Posted by: alisoncsmith | July 9, 2009 2:38 PM

sorry - am tired - keep forgetting the end of my posts. the compote on top of pancakes or waffles (toaster works just fine, thank you) was a huge hit

Posted by: alisoncsmith | July 9, 2009 2:40 PM

DCCubefarm - 3 words: spaghetti and meatballs. It's quick, it's easy. If there are people that don't eat meat you can serve them on the side and everyone's happy. If someone doesn't eat red sauce you make them a serving with olive oil, spices, and grated cheese. A little boring? Maybe...but what do you expect if you drop by unannounced?

Posted by: dr_klahn | July 9, 2009 3:33 PM

@Cube - A couple of ideas. Pasta with a quick tomato sauce can feed a clan. You can make the sauce while the pasta heats. If you keep a little canned tuna around, tuna and capers add a nice kick to a standard sauce.

Since you've got mixings for salad around, how about a Spanish tortilla? The basics are egg and potatoes and it's terrific with a tossed salad.


Posted by: FairlingtonBlade | July 9, 2009 9:17 PM

Do you think the english muffins would hold up to being frozen?
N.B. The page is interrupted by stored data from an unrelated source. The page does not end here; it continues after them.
// SVG drawing helpers: escaping, the canvas, scales and axes of the report's figures.
#include "sifter/report/svg.hpp"

#include <algorithm>
#include <cmath>
#include <cstdio>

#include "sifter/model/format.hpp"

namespace sifter::report {

std::string escape_html(std::string_view text) {
  std::string out;
  out.reserve(text.size());
  for (char c : text) {
    switch (c) {
      case '&':
        out += "&amp;";
        break;
      case '<':
        out += "&lt;";
        break;
      case '>':
        out += "&gt;";
        break;
      case '"':
        out += "&quot;";
        break;
      case '\'':
        out += "&#39;";
        break;
      default:
        out += c;
    }
  }
  return out;
}

namespace svg {
namespace {

const char* anchor_name(Anchor a) {
  switch (a) {
    case Anchor::kStart:
      return "start";
    case Anchor::kMiddle:
      return "middle";
    case Anchor::kEnd:
      return "end";
  }
  return "start";
}

std::string points_text(const Points& points) {
  std::string out;
  for (const auto& [x, y] : points) out += (out.empty() ? "" : " ") + coord(x) + "," + coord(y);
  return out;
}

std::string cls_attr(std::string_view cls) {
  return cls.empty() ? std::string() : " class=\"" + escape_html(cls) + "\"";
}

}  // namespace

std::string shortened(const std::string& text, std::size_t max_chars) {
  if (text.size() <= max_chars) return text;
  std::size_t cut = max_chars > 0 ? max_chars - 1 : 0;
  while (cut > 0 && (static_cast<unsigned char>(text[cut]) & 0xC0) == 0x80) --cut;  // not inside a character
  return text.substr(0, cut) + "…";
}

std::string coord(double value) {
  checked(value, "drawing coordinate");
  char buf[32];
  std::snprintf(buf, sizeof buf, "%.2f", value);
  std::string s = buf;
  while (!s.empty() && s.back() == '0') s.pop_back();
  if (!s.empty() && s.back() == '.') s.pop_back();
  return s == "-0" ? "0" : s;
}

Canvas::Canvas(double width, double height) : width_(width), height_(height) {}

void Canvas::rect(double x, double y, double w, double h, std::string_view cls) {
  body_ += "<rect x=\"" + coord(x) + "\" y=\"" + coord(y) + "\" width=\"" + coord(std::max(w, 0.0)) + "\" height=\"" +
           coord(std::max(h, 0.0)) + "\"" + cls_attr(cls) + "/>";
}

void Canvas::line(double x1, double y1, double x2, double y2, std::string_view cls) {
  body_ += "<line x1=\"" + coord(x1) + "\" y1=\"" + coord(y1) + "\" x2=\"" + coord(x2) + "\" y2=\"" + coord(y2) + "\"" +
           cls_attr(cls) + "/>";
}

void Canvas::polyline(const Points& points, std::string_view cls) {
  if (points.size() < 2) return;
  body_ += "<polyline points=\"" + points_text(points) + "\"" + cls_attr(cls) + "/>";
}

void Canvas::polygon(const Points& points, std::string_view cls) {
  if (points.size() < 3) return;
  body_ += "<polygon points=\"" + points_text(points) + "\"" + cls_attr(cls) + "/>";
}

void Canvas::circle(double cx, double cy, double r, std::string_view cls) {
  body_ += "<circle cx=\"" + coord(cx) + "\" cy=\"" + coord(cy) + "\" r=\"" + coord(r) + "\"" + cls_attr(cls) + "/>";
}

void Canvas::text(double x, double y, std::string_view text, std::string_view cls, Anchor anchor) {
  body_ += "<text x=\"" + coord(x) + "\" y=\"" + coord(y) + "\" text-anchor=\"" + anchor_name(anchor) + "\"" +
           cls_attr(cls) + ">" + escape_html(text) + "</text>";
}

void Canvas::rotated_text(double x, double y, double degrees, std::string_view text, std::string_view cls,
                          Anchor anchor) {
  body_ += "<text x=\"" + coord(x) + "\" y=\"" + coord(y) + "\" text-anchor=\"" + anchor_name(anchor) +
           "\" transform=\"rotate(" + coord(degrees) + " " + coord(x) + " " + coord(y) + ")\"" + cls_attr(cls) + ">" +
           escape_html(text) + "</text>";
}

std::string Canvas::render(std::string_view figure, std::string_view label) const {
  // Inline SVG in HTML5 needs no namespace declaration, and the report names no outside resource.
  return "<svg class=\"fig\" data-figure=\"" + escape_html(figure) + "\" role=\"img\" aria-label=\"" +
         escape_html(label) + "\" viewBox=\"0 0 " + coord(width_) + " " + coord(height_) + "\" width=\"" +
         coord(width_) + "\" height=\"" + coord(height_) + "\"><title>" + escape_html(label) + "</title>" + body_ +
         "</svg>";
}

Scale::Scale(double lo, double hi, double px_lo, double px_hi, bool log)
    : lo_(lo), hi_(hi), px_lo_(px_lo), px_hi_(px_hi), log_(log) {}

double Scale::operator()(double value) const {
  double u = 0.0;
  if (log_) {
    const double v = std::max(value, lo_);
    u = (std::log10(v) - std::log10(lo_)) / (std::log10(hi_) - std::log10(lo_));
  } else {
    u = hi_ > lo_ ? (value - lo_) / (hi_ - lo_) : 0.0;
  }
  return px_lo_ + std::clamp(u, 0.0, 1.0) * (px_hi_ - px_lo_);
}

double decade_floor(double value) { return std::pow(10.0, std::floor(std::log10(value) + 1e-9)); }
double decade_ceil(double value) { return std::pow(10.0, std::ceil(std::log10(value) - 1e-9)); }

std::pair<double, double> log_range(const std::vector<double>& values, int decades, const std::vector<double>& keep) {
  double lo = 0.0, hi = 0.0;
  auto widen = [&](double v) {
    if (!(v > 0.0) || !std::isfinite(v)) return;
    lo = lo == 0.0 ? v : std::min(lo, v);
    hi = std::max(hi, v);
  };
  for (double v : values) widen(v);
  double keep_lo = 0.0;
  for (double v : keep)
    if (v > 0.0 && std::isfinite(v)) {
      widen(v);
      keep_lo = keep_lo == 0.0 ? v : std::min(keep_lo, v);
    }
  if (hi <= 0.0) return {1e-6, 1.0};
  hi = decade_ceil(hi * 1.0001);  // strictly above: a line on a decade never merges with the frame
  lo = std::max(decade_floor(lo), hi * std::pow(10.0, -decades));
  if (keep_lo > 0.0) lo = std::min(lo, decade_floor(keep_lo));
  if (lo >= hi) lo = hi / 10.0;
  return {lo, hi};
}

std::vector<double> decade_ticks(double lo, double hi) {
  std::vector<double> out;
  for (double e = std::round(std::log10(lo)); e <= std::log10(hi) + 1e-9; e += 1.0) out.push_back(std::pow(10.0, e));
  return out;
}

std::vector<double> linear_ticks(double lo, double hi, int count) {
  const double raw = (hi - lo) / std::max(count, 1);
  const double mag = decade_floor(raw);
  double step = mag;
  for (double m : {1.0, 2.0, 5.0, 10.0})
    if (m * mag >= raw) {
      step = m * mag;
      break;
    }
  std::vector<double> out;
  for (double v = std::ceil(lo / step) * step; v <= hi + step * 1e-9; v += step) out.push_back(v);
  return out;
}

std::string power_of_ten_label(double value) {
  static const char* const kDigits[] = {"⁰", "¹", "²", "³", "⁴", "⁵", "⁶", "⁷", "⁸", "⁹"};
  const long e = std::lround(std::log10(value));
  if (e == 0) return "1";
  if (e == 1) return "10";
  std::string exponent = e < 0 ? "⁻" : "";
  for (char c : std::to_string(std::labs(e))) exponent += kDigits[c - '0'];
  return "10" + exponent;
}

void draw_axes(Canvas& canvas, const Plot& plot, const Axis& x, const Axis& y) {
  const double bottom = plot.top + plot.height;
  const double right = plot.left + plot.width;
  for (std::size_t i = 0; i < x.ticks.size(); ++i) {
    const double px = plot.x(x.ticks[i]);
    canvas.line(px, plot.top, px, bottom, "grid");
    canvas.line(px, bottom, px, bottom + 4, "ax");
    if (i < x.labels.size()) canvas.text(px, bottom + 16, x.labels[i], "tick", Anchor::kMiddle);
  }
  for (std::size_t i = 0; i < y.ticks.size(); ++i) {
    const double py = plot.y(y.ticks[i]);
    canvas.line(plot.left, py, right, py, "grid");
    canvas.line(plot.left - 4, py, plot.left, py, "ax");
    if (i < y.labels.size()) canvas.text(plot.left - 7, py + 4, y.labels[i], "tick", Anchor::kEnd);
  }
  canvas.rect(plot.left, plot.top, plot.width, plot.height, "frame");
  if (!x.title.empty()) canvas.text(plot.left + plot.width / 2, bottom + 36, x.title, "axis-title", Anchor::kMiddle);
  if (!y.title.empty())
    canvas.rotated_text(plot.left - 52, plot.top + plot.height / 2, -90, y.title, "axis-title", Anchor::kMiddle);
}

void legend_line(Canvas& canvas, double x, double y, std::string_view cls, std::string_view words) {
  canvas.line(x, y - 4, x + 28, y - 4, cls);
  canvas.text(x + 34, y, words, "legend");
}

}  // namespace svg
}  // namespace sifter::report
Posted by: mmauk | July 9, 2009 10:18 PM

Thank you for everything Kim! I've been a fan of "What's Cooking" and AMA from the beginning and have learned so much from you. My mom now requests my sugar-free version of your Cranberry Pistachio Biscotti every time I visit her.

I'm going to miss having you at the WaPo as we've missed seeing you at the Court House farmers market since you moved to the West Coast. Best of luck on your future projects!!! Can't wait to see what comes next.

Posted by: scubahoya | July 10, 2009 11:08 AM

@mmauk - They do.


Posted by: FairlingtonBlade | July 10, 2009 4:01 PM

Thanks for the great ideas, people! And thank you, Kim, for hosting this great blog.